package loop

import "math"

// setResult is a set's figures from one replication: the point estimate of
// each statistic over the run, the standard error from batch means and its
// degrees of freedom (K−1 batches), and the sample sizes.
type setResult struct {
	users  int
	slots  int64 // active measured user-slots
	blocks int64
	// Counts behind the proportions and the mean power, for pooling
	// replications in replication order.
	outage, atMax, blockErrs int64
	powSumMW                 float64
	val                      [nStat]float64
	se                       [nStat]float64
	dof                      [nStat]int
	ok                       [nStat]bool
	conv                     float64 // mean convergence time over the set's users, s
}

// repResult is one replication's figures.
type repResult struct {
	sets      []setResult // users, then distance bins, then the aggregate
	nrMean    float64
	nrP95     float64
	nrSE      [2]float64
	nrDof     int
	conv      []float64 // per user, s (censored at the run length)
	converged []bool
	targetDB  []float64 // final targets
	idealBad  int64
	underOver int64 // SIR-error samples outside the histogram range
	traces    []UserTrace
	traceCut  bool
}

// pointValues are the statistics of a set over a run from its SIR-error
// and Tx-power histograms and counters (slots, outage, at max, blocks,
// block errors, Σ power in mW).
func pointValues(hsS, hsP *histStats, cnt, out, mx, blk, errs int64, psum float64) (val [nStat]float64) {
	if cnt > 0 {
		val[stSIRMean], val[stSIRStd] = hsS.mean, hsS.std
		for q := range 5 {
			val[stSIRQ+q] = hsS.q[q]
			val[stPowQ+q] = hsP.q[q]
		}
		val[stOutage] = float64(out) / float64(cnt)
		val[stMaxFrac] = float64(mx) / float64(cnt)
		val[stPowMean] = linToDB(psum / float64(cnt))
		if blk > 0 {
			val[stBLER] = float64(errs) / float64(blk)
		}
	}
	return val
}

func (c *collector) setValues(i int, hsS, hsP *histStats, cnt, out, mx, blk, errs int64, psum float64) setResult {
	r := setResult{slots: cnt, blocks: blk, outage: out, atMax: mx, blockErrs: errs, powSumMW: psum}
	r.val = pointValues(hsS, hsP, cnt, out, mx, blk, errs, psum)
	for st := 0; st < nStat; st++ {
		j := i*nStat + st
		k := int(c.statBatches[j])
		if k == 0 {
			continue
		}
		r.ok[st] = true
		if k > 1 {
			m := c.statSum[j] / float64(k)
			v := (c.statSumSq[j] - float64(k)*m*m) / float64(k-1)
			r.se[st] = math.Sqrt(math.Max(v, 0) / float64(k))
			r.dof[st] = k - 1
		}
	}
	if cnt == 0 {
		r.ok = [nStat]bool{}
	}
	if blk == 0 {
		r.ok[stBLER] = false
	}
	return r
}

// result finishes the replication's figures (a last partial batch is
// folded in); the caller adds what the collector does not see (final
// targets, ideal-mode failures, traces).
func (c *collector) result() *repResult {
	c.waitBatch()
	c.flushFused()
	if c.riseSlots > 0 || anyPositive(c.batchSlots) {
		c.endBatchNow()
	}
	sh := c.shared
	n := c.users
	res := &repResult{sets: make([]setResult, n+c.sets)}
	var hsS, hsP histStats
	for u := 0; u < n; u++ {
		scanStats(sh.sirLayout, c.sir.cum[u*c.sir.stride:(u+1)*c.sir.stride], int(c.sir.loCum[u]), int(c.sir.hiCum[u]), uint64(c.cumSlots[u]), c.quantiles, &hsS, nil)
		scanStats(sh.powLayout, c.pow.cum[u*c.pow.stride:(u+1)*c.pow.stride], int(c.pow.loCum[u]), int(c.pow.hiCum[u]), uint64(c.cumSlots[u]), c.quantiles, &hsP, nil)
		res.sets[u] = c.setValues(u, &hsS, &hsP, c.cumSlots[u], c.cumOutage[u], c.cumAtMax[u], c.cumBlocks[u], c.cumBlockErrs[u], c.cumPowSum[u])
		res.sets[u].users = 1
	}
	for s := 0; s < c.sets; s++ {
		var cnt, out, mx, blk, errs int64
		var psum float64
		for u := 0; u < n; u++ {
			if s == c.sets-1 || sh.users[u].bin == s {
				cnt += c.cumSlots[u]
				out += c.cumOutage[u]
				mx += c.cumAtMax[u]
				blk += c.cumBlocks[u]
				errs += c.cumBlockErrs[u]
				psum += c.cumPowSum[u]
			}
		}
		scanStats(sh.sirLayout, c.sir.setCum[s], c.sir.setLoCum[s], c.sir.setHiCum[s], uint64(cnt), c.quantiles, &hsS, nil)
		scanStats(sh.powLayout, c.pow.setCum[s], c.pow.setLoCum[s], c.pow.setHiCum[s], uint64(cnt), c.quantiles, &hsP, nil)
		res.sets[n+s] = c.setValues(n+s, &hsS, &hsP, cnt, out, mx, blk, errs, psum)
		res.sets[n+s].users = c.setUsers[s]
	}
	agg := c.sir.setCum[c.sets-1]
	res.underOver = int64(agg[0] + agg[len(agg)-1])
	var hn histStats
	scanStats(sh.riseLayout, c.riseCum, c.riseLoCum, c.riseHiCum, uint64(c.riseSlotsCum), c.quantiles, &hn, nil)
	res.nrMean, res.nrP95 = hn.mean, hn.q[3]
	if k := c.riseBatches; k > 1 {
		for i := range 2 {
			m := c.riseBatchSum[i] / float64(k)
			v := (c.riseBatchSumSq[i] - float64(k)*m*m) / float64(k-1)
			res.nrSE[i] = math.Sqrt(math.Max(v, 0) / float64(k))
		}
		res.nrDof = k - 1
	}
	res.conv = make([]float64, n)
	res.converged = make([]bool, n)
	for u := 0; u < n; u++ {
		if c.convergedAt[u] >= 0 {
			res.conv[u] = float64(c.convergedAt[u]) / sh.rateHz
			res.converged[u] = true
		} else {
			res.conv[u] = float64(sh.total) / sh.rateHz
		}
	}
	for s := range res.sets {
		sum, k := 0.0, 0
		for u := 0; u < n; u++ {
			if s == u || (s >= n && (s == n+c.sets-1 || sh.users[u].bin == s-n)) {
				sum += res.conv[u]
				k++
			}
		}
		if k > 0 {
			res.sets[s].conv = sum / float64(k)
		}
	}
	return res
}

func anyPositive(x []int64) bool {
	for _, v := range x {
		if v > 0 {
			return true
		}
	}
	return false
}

* * * * * * * * *

Task to complete: Across the listing, how many lines hold "range"? The answer must be the number only.

Exercise answer: 5